(Saved data entries)
*** Begin section ***
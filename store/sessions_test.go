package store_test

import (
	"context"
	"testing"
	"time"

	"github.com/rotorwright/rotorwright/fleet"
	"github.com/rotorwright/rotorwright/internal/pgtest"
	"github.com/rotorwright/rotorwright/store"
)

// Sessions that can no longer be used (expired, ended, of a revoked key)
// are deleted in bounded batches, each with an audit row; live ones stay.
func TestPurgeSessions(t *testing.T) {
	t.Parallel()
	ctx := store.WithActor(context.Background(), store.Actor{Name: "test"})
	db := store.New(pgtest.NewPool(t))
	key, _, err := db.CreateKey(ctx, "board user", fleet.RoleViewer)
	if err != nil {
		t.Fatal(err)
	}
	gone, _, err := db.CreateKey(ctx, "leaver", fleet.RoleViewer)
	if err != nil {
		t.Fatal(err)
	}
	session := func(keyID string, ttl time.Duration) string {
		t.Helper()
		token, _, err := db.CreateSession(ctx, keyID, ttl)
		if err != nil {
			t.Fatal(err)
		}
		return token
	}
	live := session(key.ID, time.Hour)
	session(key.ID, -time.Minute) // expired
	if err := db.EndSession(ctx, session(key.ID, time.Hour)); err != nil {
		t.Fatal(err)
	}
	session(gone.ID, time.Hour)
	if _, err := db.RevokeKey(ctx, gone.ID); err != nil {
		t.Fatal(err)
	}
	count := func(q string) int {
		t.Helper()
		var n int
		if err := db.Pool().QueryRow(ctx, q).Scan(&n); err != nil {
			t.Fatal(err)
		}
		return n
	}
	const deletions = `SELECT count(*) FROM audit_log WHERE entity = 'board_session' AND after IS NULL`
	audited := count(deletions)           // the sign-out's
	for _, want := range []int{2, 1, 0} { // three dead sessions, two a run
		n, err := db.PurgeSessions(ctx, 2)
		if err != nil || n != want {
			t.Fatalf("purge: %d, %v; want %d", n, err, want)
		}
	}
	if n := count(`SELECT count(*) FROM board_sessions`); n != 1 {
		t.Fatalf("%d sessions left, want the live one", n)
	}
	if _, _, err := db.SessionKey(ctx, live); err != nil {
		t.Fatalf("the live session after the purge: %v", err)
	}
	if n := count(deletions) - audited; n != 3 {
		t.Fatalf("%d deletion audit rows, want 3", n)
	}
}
*** End section ***
*** Begin section ***
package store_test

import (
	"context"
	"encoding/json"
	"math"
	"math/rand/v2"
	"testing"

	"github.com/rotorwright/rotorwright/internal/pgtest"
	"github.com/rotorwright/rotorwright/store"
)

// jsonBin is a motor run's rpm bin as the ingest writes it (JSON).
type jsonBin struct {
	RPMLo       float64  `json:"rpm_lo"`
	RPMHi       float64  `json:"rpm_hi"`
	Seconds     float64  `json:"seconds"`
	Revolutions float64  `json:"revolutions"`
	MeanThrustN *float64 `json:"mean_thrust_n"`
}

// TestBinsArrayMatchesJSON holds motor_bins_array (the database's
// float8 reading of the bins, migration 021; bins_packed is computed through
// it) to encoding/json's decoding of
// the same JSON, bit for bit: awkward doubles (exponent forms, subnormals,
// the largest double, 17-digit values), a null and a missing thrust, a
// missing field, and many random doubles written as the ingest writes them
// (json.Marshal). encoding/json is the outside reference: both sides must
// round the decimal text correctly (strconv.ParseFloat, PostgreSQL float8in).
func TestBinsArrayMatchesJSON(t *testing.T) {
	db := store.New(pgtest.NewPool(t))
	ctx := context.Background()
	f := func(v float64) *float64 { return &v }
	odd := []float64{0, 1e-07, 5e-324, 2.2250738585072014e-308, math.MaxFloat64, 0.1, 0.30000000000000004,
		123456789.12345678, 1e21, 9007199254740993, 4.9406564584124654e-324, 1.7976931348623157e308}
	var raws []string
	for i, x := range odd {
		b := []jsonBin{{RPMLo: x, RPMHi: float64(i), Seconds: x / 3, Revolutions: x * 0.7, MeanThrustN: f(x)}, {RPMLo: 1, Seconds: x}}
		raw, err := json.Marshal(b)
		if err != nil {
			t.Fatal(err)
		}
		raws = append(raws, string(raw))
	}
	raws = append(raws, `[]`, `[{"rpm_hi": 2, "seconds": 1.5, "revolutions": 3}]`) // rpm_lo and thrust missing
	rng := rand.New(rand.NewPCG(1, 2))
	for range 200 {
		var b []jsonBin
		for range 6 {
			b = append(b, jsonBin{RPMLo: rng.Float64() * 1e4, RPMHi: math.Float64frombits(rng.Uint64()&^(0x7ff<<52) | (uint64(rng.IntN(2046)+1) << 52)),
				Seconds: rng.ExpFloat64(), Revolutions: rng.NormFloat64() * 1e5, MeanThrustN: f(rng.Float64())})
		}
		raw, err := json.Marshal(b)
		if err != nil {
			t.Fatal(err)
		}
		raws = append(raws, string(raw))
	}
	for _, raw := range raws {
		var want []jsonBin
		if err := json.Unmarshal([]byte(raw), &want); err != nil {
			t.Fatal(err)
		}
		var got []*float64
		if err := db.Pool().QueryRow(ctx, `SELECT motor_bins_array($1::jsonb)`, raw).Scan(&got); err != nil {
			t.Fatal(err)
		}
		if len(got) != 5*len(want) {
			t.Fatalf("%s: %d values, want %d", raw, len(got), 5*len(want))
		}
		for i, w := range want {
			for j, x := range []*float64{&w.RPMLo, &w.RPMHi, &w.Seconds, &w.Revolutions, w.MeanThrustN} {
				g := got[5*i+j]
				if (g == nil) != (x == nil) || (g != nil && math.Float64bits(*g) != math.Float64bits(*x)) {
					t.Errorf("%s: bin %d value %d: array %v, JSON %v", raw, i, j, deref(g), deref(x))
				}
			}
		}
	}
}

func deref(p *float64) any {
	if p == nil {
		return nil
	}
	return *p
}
*** End section ***
== WHAT IS REQUIRED ==
The required answer is the run of lines above, starting at the line with "filename store/sessions_test.go" and ending at the line with "audited := count(deletions)", reproduced exactly with both ends.

== EXPECTED ANSWER ==
filename store/sessions_test.go
package store_test

import (
	"context"
	"testing"
	"time"

	"github.com/rotorwright/rotorwright/fleet"
	"github.com/rotorwright/rotorwright/internal/pgtest"
	"github.com/rotorwright/rotorwright/store"
)

// Sessions that can no longer be used (expired, ended, of a revoked key)
// are deleted in bounded batches, each with an audit row; live ones stay.
func TestPurgeSessions(t *testing.T) {
	t.Parallel()
	ctx := store.WithActor(context.Background(), store.Actor{Name: "test"})
	db := store.New(pgtest.NewPool(t))
	key, _, err := db.CreateKey(ctx, "board user", fleet.RoleViewer)
	if err != nil {
		t.Fatal(err)
	}
	gone, _, err := db.CreateKey(ctx, "leaver", fleet.RoleViewer)
	if err != nil {
		t.Fatal(err)
	}
	session := func(keyID string, ttl time.Duration) string {
		t.Helper()
		token, _, err := db.CreateSession(ctx, keyID, ttl)
		if err != nil {
			t.Fatal(err)
		}
		return token
	}
	live := session(key.ID, time.Hour)
	session(key.ID, -time.Minute) // expired
	if err := db.EndSession(ctx, session(key.ID, time.Hour)); err != nil {
		t.Fatal(err)
	}
	session(gone.ID, time.Hour)
	if _, err := db.RevokeKey(ctx, gone.ID); err != nil {
		t.Fatal(err)
	}
	count := func(q string) int {
		t.Helper()
		var n int
		if err := db.Pool().QueryRow(ctx, q).Scan(&n); err != nil {
			t.Fatal(err)
		}
		return n
	}
	const deletions = `SELECT count(*) FROM audit_log WHERE entity = 'board_session' AND after IS NULL`
	audited := count(deletions)           // the sign-out's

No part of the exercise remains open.